El jaguar se paró sobre él, sus ojos ámbar brillando con una satisfacción cruel. Su aliento cálido y animal golpeaba el rostro de Luis, ahí mismo podía sentir el peso de la criatura y la tensión de sus músculos listos para el golpe final.
Pero en ese instante, el nahual dudó. Una luz extraña, casi de tormento, cruzó por sus ojos. La forma del jaguar comenzó a vacilar, a ondular como el calor sobre el asfalto. Por un momento, Luis vislumbró el rostro de un hombre, un rostro contorsionado por el dolor, antes de que volviera a ser el jaguar.
El huay, como si una fuerza invisible lo impulsara, retrocedió unos pasos. Rugió de frustración, no de rabia, y luego se lanzó a la selva, despareciendo entre la maleza con una velocidad sobrenatural.
Luis yacía en el suelo, la pierna sangrando profusamente, el cuerpo tembloroso por la adrenalina y el miedo. ¿Por qué se había detenido? ¿Qué había visto en los ojos del nahual?
La respuesta llegó días después, cuando fue encontrado por un grupo de cazadores locales.
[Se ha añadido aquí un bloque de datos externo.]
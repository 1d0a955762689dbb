# SPDX-License-Identifier: Apache-2.0
"""Rate laws, which are forgetting curves too: one small file each."""

from __future__ import annotations

from . import hyperbolic, log_linear, power_law, steady, step
from .curve import Curve, Place

CURVES: tuple[Curve, ...] = (steady.CURVE, log_linear.CURVE, power_law.CURVE, hyperbolic.CURVE, step.CURVE)

__all__ = ["CURVES", "Curve", "Place"]
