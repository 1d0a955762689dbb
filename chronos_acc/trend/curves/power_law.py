# SPDX-License-Identifier: Apache-2.0
"""The power law of reliability growth, rate ∝ (t - start)^(exponent - 1) (Crow 1974): above 1 speeding, below 1 slowing.

theta is the exponent; its origin is the start of the window, so it has an interval only where a start was given.
"""

from __future__ import annotations

import numpy as np

from .curve import Curve, Floats, Interval, Place, Value, log_ratio_interval, no_same_curve


def estimate(x: Floats, v: Floats) -> Floats:
    """n / sum ln(1/x), unmodified maximum likelihood."""
    return np.asarray(-x.shape[-1] / _log(x, v).sum(axis=-1))[..., None]


def log_density(theta: Floats, x: Floats, v: Floats) -> Floats:
    """ln b + (b - 1) ln x."""
    b = theta[..., :1]
    return np.asarray(np.log(b) + (b - 1.0) * _log(x, v))


def cumulative(theta: Floats, x: Floats, v: Floats) -> tuple[Floats, Floats]:
    """x^b and its rest."""
    power = theta[..., :1] * _log(x, v)
    return np.exp(power), -np.expm1(power)


def quantile(theta: Floats, u: Floats, c: Floats) -> tuple[Floats, Floats]:
    """Positions at cumulated shares."""
    log_x = np.log(u) / theta[..., :1]
    return np.exp(log_x), -np.expm1(log_x)


def _log(x: Floats, v: Floats) -> Floats:
    """ln x, from the age where that is the smaller."""
    return np.where(v < 0.5, np.log1p(-np.minimum(v, 0.5)), np.log(x))


def natural(theta: Floats, place: Place) -> dict[str, Value]:
    """The exponent has no unit."""
    return {"exponent": float(theta[0])}


def interval(theta: Floats, x: Floats, v: Floats, place: Place, critical: float) -> dict[str, Interval]:
    """Profile interval of the exponent; always bounded."""
    low, high = log_ratio_interval(place.n, critical)
    return {"exponent": (float(theta[0]) * low, float(theta[0]) * high)}


CURVE = Curve(
    name="power_law",
    parameters=("exponent",),
    k=2,
    regular=True,
    formula="a·(t − start)^(exponent − 1)",
    estimate=estimate,
    log_density=log_density,
    cumulative=cumulative,
    quantile=quantile,
    natural=natural,
    interval=interval,
    same_curve=no_same_curve,
)
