# SPDX-License-Identifier: Apache-2.0
"""The named queries: documented, ordered, and the same in any client."""

from __future__ import annotations

import re
import shutil
from collections.abc import Iterator
from pathlib import Path

import duckdb
import numpy as np
import pandas as pd
import pytest

from chronos_acc import files
from chronos_acc.errors import QueryRefused
from chronos_acc.store import decisions as D
from chronos_acc.store import query as Q
from chronos_acc.store import timeline as T
from chronos_acc.store.ledger import GUARDED, open_for_reading, open_for_writing
from chronos_acc.store.linking import relink
from chronos_acc.store.runs import record_run
from tests.store.timelines import BRIDGE, KILN, MILL, put, two_lists

QUERIES = Q.named()
VALUES = {
    "list": "alpha", "rows": 2, "present": 1900.0, "start": 1000.0, "min_support": 2, "category": "craft", "at_least": 1,
    "least_shared": 1, "status": "holds",
}  # fmt: skip


@pytest.fixture(scope="module")
def db(tmp_path_factory: pytest.TempPathFactory) -> Iterator[Path]:
    """A timeline in which every named query finds something; held open as ``run`` opens it, which makes opening it again cheap."""
    path = two_lists(tmp_path_factory.mktemp("named") / "t.duckdb")
    with open_for_writing(path) as ledger, ledger.transaction():
        put(
            ledger,
            "gamma",
            [("gate", 1500.5), {"title": "gate", "best": 1500.5, "duplicate": True}, (KILN, 1200.5), (MILL, 1650.5), (BRIDGE, 1890.5)],
            derives_from=["beta"],
        )
        ledger.run(
            "INSERT INTO ledger.reject VALUES (1, 9, 'a;b', 'date ''12/03/04'' reads in two ways'),"
            " (1, 8, 'c;d', 'date ''01/02/03'' reads in two ways'), (2, 3, 'e', 'no date')"
        )
        ledger.run("UPDATE ledger.source SET rows_read = rows_read + 2, rows_rejected = 2 WHERE source = 1")
    relink(path)
    entries = T.table(path, "entries", title=MILL)["entry"].tolist()
    D.decide(path, int(entries[0]), int(entries[1]), "same", who="Ina")
    relink(path)
    with open_for_writing(path) as ledger:
        ledger.run("UPDATE ledger.decision SET date_a = 'another'")
    record_run(path, command="chronos-acc grid", seed=1, draws=10, record="abc")
    with open_for_reading(path, config=GUARDED):
        yield path


def test_there_are_at_least_fifteen() -> None:
    assert len(QUERIES) >= 15
    assert [q.name for q in QUERIES] == sorted(p.stem for p in files.queries().glob("*.sql"))
    assert len({q.question for q in QUERIES}) == len(QUERIES)


@pytest.fixture(scope="module")
def client(db: Path, tmp_path_factory: pytest.TempPathFactory) -> Iterator[duckdb.DuckDBPyConnection]:
    """Any DuckDB client, on a copy of the same timeline."""
    copy = tmp_path_factory.mktemp("client") / "t.duckdb"
    copy.write_bytes(db.read_bytes())
    with duckdb.connect(str(copy), read_only=True) as connection:
        yield connection


@pytest.mark.parametrize("query", QUERIES, ids=lambda q: q.name)
class TestEachQuery:
    def test_it_documents_its_columns_truthfully_and_finds_something(self, db: Path, query: Q.NamedQuery) -> None:
        frame = Q.run(db, query.name)
        assert list(frame.columns) == list(query.columns)
        assert len(frame) > 0
        assert query.question.endswith("?") and all(query.columns.values()) and all("default" in p for p in query.parameters.values())

    def test_it_is_one_select_with_a_total_order(self, client: duckdb.DuckDBPyConnection, query: Q.NamedQuery) -> None:
        """No two rows share all keys of the last ORDER BY."""
        assert [s.type for s in client.extract_statements(query.sql)] == [duckdb.StatementType.SELECT]
        keys = re.findall(r"^ORDER BY (.*)$", query.sql, flags=re.MULTILINE)[-1]
        body = re.sub(r"^(ORDER BY|LIMIT) .*\n?", "", query.sql, flags=re.MULTILINE)
        plain = _named_only(re.sub(r" (DESC|ASC|NULLS LAST|NULLS FIRST)", "", keys), query)
        assert client.execute(f"SELECT count(*) FROM (SELECT {plain} FROM ({body}) GROUP BY ALL HAVING count(*) > 1)").fetchall() == [(0,)]

    def test_its_parameters_are_used_and_documented(self, query: Q.NamedQuery) -> None:
        assert set(re.findall(r"getvariable\('(\w+)'\)", query.sql)) == set(query.parameters) - {
            p for p in query.parameters if f"'{p}'" not in query.sql
        }
        assert all(f"'{name}'" in query.sql or name in Q.VIEW_VARIABLES for name in query.parameters)  # the views follow these themselves

    def test_the_file_runs_unchanged_in_any_client(self, db: Path, client: duckdb.DuckDBPyConnection, query: Q.NamedQuery) -> None:
        expected = Q.run(db, query.name, {n: VALUES[n] for n in query.parameters})
        for name in query.parameters:
            client.execute(f"SET VARIABLE {name} = ?", [VALUES[name]])
        found = client.execute((files.queries() / f"{query.name}.sql").read_text(encoding="utf-8")).df()
        for name in query.parameters:
            client.execute(f"RESET VARIABLE {name}")
        pd.testing.assert_frame_equal(found, expected)


def _named_only(keys: str, query: Q.NamedQuery) -> str:
    """Order keys as they can be asked of the result: an expression or a prefixed name is read off the column it stands for."""
    out = []
    for key in keys.split(", "):
        bare = re.sub(r"^abs\((\w+)\)$", r"\1", key).rpartition(".")[2]
        out.append(bare)
    assert set(out) <= set(query.columns), (out, query.name)
    return ", ".join(dict.fromkeys(out))


def test_values(db: Path, tmp_path: Path) -> None:
    """A few answers known by hand."""
    overlap = Q.run(db, "overlap").set_index(["source_a", "source_b"])
    assert overlap.loc[("alpha", "beta"), "shared"] == 2 and overlap.loc[("beta", "gamma"), "shared"] == 3
    rejects = Q.run(db, "rejects_by_reason")
    assert rejects.iloc[0].tolist() == ["alpha", "date ... reads in two ways", 2, 8, "c;d"]
    assert Q.run(db, "duplicates")["title"].tolist() == ["gate"]
    assert Q.run(db, "decisions_to_look_at")["status"].tolist() == ["date changed"]
    support = Q.run(db, "support_by_epoch")
    assert (
        support["milestones"].sum() == len(T.record(shutil.copy(db, tmp_path)).window.times)
        and (support["single"] + support["shared"] == support["milestones"]).all()
    )
    series = Q.run(db, "intervals")
    counts = Q.run(db, "counts_per_decade_of_age")
    assert counts["milestones"].sum() == len(series) and counts["cumulative"].iloc[-1] == len(series)
    gaps = Q.run(db, "gaps")
    np.testing.assert_allclose(gaps["interval"], np.sort(series.loc[~series["open"], "interval"])[::-1][: len(gaps)])
    assert Q.run(db, "shortest_intervals", {"rows": 1})["interval"][0] == series.loc[~series["open"], "interval"].min()
    assert (Q.run(db, "systematic_disagreement", {"least_shared": 1})["shared"] >= 1).all()
    alone = Q.run(db, "single_source_milestones", {"list": "gamma"})
    assert alone["title"].tolist() == ["gate", "gate"]


def test_names_that_are_not_there_are_helped(db: Path) -> None:
    with pytest.raises(QueryRefused, match="the query overlap has no parameter 'colour'; it takes none"):
        Q.run(db, "overlap", {"colour": "red"})
    with pytest.raises(QueryRefused, match="no parameter 'lst'; did you mean list"):
        Q.run(db, "entries", {"lst": "alpha"})
    with pytest.raises(QueryRefused, match="did you mean overlap"):
        Q.run(db, "overlp")
    with pytest.raises(QueryRefused, match="query without a name lists them"):
        Q.run(db, "zzzz")
    assert Q.find("SELECT 1") is None and Q.find("overlap") is not None


def test_a_query_file_needs_its_header(tmp_path: Path) -> None:
    (tmp_path / "bare.sql").write_text("SELECT 1\n")
    with pytest.raises(QueryRefused, match="bare.sql needs a question"):
        Q.named(tmp_path)
    found = Q.parse(
        "a", "-- question: What\n--   is it?\n-- parameters:\n--   x = 3: a: b\n-- columns:\n--   y: z\n\nSELECT 1 AS y\n-- after\n"
    )
    assert found.question == "What is it?" and found.parameters == {"x": "a: b (default 3)"} and found.columns == {"y": "z"}
    assert found.sql == "SELECT 1 AS y\n-- after\n"
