# SPDX-License-Identifier: Apache-2.0
"""The hyperbolic rate, a/(t_star - t): it would pass every bound at t_star, which lies after the present.

theta is tau = ln((t_star - present)/window), +inf where the likelihood only rises towards t_star -> infinity: then the law is the
steady one. Near the singular date nothing is observed: t_star is a property of the curve, no forecast.
"""

from __future__ import annotations

import numpy as np
import numpy.typing as npt

from .curve import Curve, Floats, Interval, Place, Value, bisect

FAR = 14.0  # ln of t_star - present in windows beyond which the law cannot be told from the steady one
DEEP = -5000.0  # as near the present as the search goes
CELLS = 4_000_000


def mean_log_density(tau: Floats, v: Floats) -> Floats:
    """Log-likelihood per event on the unit window. tau (...), v (..., n)."""
    tau = np.asarray(tau, dtype=float)
    here = np.where(np.isfinite(tau), tau, 0.0)[..., None]
    sigma = np.exp(np.minimum(here, 700.0))
    wide = here > 0
    # a wide and a narrow form of the same sum, each without loss
    large, small = np.where(wide, sigma, 1.0), np.where(wide, 0.0, sigma)
    value = np.where(
        wide[..., 0],
        -np.log1p(v / large).mean(axis=-1) - np.log(large * np.log1p(1.0 / large))[..., 0],
        -np.log(v + small).mean(axis=-1) - np.log(_log_ratio(here))[..., 0],
    )
    return np.where(np.isfinite(tau), value, 0.0)


def _log_ratio(tau: Floats) -> Floats:
    """ln(1 + 1/sigma)."""
    return np.logaddexp(0.0, -tau)


def _score(tau: Floats, v: Floats) -> tuple[Floats, Floats]:
    """Derivative of the mean log-likelihood in tau, and its derivative."""
    sigma = np.exp(tau)
    length = _log_ratio(tau)
    part = sigma[..., None] / (sigma[..., None] + v)
    p = 1.0 / ((1.0 + sigma) * length)
    slope_p = p * (p - sigma / (1.0 + sigma))
    mean = part.mean(axis=-1)
    return p - mean, slope_p - (mean - (part * part).mean(axis=-1))


def estimate(x: Floats, v: Floats) -> Floats:
    """tau (..., 1): a grid over the whole range, since the likelihood may have two humps, then Newton inside the best cell."""
    flat = v.reshape(-1, v.shape[-1])
    rows = max(1, CELLS // max(flat.shape[-1], 1))
    out = np.concatenate([_estimate(flat[i : i + rows]) for i in range(0, len(flat), rows)]) if len(flat) else np.empty(0)
    return out.reshape(*v.shape[:-1], 1)


def _estimate(v: Floats) -> Floats:
    lowest = float(np.log(max(v.min(), 1e-300))) - 3.0
    grid = np.append(np.arange(lowest, 3.0, 1.0), [3.0, 5.0, 8.0, FAR])
    best, where = np.zeros(len(v)), np.full(len(v), len(grid))  # the steady law, at infinity
    for i, tau in enumerate(grid):
        value = mean_log_density(np.full(len(v), tau), v)
        better = value > best
        best, where = np.where(better, value, best), np.where(better, i, where)
    # a likelihood that still rises at the last point, or falls from infinity on, has its top beyond
    rises = v.mean(axis=-1) < 0.5
    where = np.where((where == len(grid)) & rises, len(grid) - 1, where)
    tau = np.full(len(v), np.inf)
    inside = where < len(grid)
    if not inside.any():
        return tau
    ages, at = v[inside], where[inside]
    low, high = grid[np.maximum(at - 1, 0)], np.append(grid, 2.0 * FAR)[at + 1]
    low = np.where(at == 0, low - 10.0, low)
    now = np.minimum(grid[at], FAR)
    for _ in range(60):
        value, slope = _score(now, ages)
        low, high = np.where(value > 0, now, low), np.where(value > 0, high, now)
        with np.errstate(divide="ignore", invalid="ignore"):
            step = now - value / slope
        good = (slope < 0) & (step > low) & (step < high)
        following = np.where(good, step, 0.5 * (low + high))
        done = np.abs(following - now) <= 1e-13 * (1.0 + np.abs(now))
        now = following
        if done.all():
            break
    tau[inside] = np.where(now >= FAR, np.inf, now)
    return tau


def profile(tau: Floats, v: Floats, critical: Floats | float) -> tuple[Floats, Floats]:
    """Ends of tau between which twice the log-likelihood falls by less than ``critical``: -inf and inf where it never does. tau
    (...), v (..., n).
    """
    top = mean_log_density(tau, v)
    fall = np.broadcast_to(np.asarray(critical, dtype=float) / (2.0 * v.shape[-1]), top.shape)

    def over(at: Floats) -> npt.NDArray[np.bool_]:
        return np.asarray(top - mean_log_density(at, v) > fall)

    centre = np.where(np.isfinite(tau), tau, FAR)
    reach = np.full(top.shape, 0.5)
    while True:
        at = np.maximum(centre - reach, DEEP)
        beyond = over(at)
        if (beyond | (at <= DEEP)).all():
            break
        reach = np.where(beyond, reach, 2.0 * reach)
    low = np.where(beyond, bisect(over, centre, at), -np.inf)
    open_end = ~np.isfinite(tau) | ~over(np.full(top.shape, np.inf))
    reach = np.full(top.shape, 0.5)
    while True:
        at = centre + reach
        beyond = over(at) | open_end
        if (beyond | (at > 60.0)).all():
            break
        reach = np.where(beyond, reach, 2.0 * reach)
    high = np.where(open_end, np.inf, bisect(over, centre, at))
    return low, high


def log_density(theta: Floats, x: Floats, v: Floats) -> Floats:
    """Log density at each position."""
    tau = theta[..., :1]
    flat = ~np.isfinite(tau)
    here = np.where(flat, 0.0, tau)
    return np.where(flat, 0.0, -np.log(v + np.exp(here)) - np.log(_log_ratio(here)))


def cumulative(theta: Floats, x: Floats, v: Floats) -> tuple[Floats, Floats]:
    """ln((sigma + 1)/(sigma + v))/ln(1 + 1/sigma), and its rest."""
    tau = theta[..., :1]
    flat = ~np.isfinite(tau)
    here = np.where(flat, 0.0, tau)
    sigma, length = np.exp(here), _log_ratio(here)
    rest = _log1p_ratio(v, here, sigma) / length
    return np.where(flat, x, np.log1p(x / (sigma + v)) / length), np.where(flat, v, rest)


def _log1p_ratio(v: Floats, tau: Floats, sigma: Floats) -> Floats:
    """ln(1 + v/sigma), also where sigma is below the smallest number."""
    with np.errstate(divide="ignore"):
        return np.asarray(np.logaddexp(0.0, np.log(v) - tau))


def quantile(theta: Floats, u: Floats, c: Floats) -> tuple[Floats, Floats]:
    """Positions at cumulated shares."""
    tau = theta[..., :1]
    flat = ~np.isfinite(tau)
    here = np.where(flat, 0.0, tau)
    power = c * _log_ratio(here)
    with np.errstate(divide="ignore"):
        # sigma (exp(power) - 1), in logs
        v = np.exp(here + power + np.log(-np.expm1(-power)))
    v = np.clip(np.where(flat, c, v), 0.0, 1.0)
    return 1.0 - v, v


def natural(theta: Floats, place: Place) -> dict[str, Value]:
    """The singular date as a year; None at infinity."""
    return {"t_star": _year(float(theta[0]), place)}


def _year(tau: float, place: Place) -> Value:
    return None if not tau < np.inf else place.present + place.span * float(np.exp(tau))


def interval(theta: Floats, x: Floats, v: Floats, place: Place, critical: float) -> dict[str, Interval]:
    """Profile interval of t_star: the upper end is None (unbounded) where the steady law lies inside."""
    low, high = profile(theta[0], v, critical)
    return {"t_star": (_year(float(low), place), _year(float(high), place))}


def same_curve(parameters: dict[str, Value], place: Place) -> str | None:
    """A steady rate seen through a memory that fades as a power of age; with s -> 0, picking evenly per unit of log age."""
    date = parameters["t_star"]
    if date is None:
        return "steady (the best singular date is infinitely far)"
    return (
        f"recall_decay: a steady rate of which 1/(1 + age/s) is remembered, s = t_star − present = {date - place.present:.4g} years; "
        "with s → 0 the same as log_uniform, picking evenly per unit of log age"
    )


CURVE = Curve(
    name="hyperbolic",
    parameters=("t_star",),
    k=2,
    regular=True,
    formula="a/(t_star − t)",
    estimate=estimate,
    log_density=log_density,
    cumulative=cumulative,
    quantile=quantile,
    natural=natural,
    interval=interval,
    same_curve=same_curve,
)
Le contaron que, en lo más profundo de la selva, existían huayes que luchaban contra su propia naturaleza, algunos que buscaban el equilibrio entre el hombre y la bestia. El huay que se le había presentado a Luis, por alguna razón, había sentido algo en él, algo que lo había frenado de dar el golpe final. Quizás, su conexión con la tierra, su respeto y amor por la naturaleza que él, como ingeniero, buscaba "domar".
Luis sobrevivió, pero la experiencia lo cambió para siempre. La selva dejó de ser solo un terreno para la construcción. Se convirtió en un lugar de respeto, de misterio, donde las leyendas cobraban vida y donde la delgada línea entre el hombre y el animal se difuminaba en la penumbra. Y cada vez que el sol se ponía en Yucatán, Luis sentía la presencia de esa sombra, de ese huay que le había concedido una segunda oportunidad, recordándole que no todo lo que existe puede ser explicado por la razón.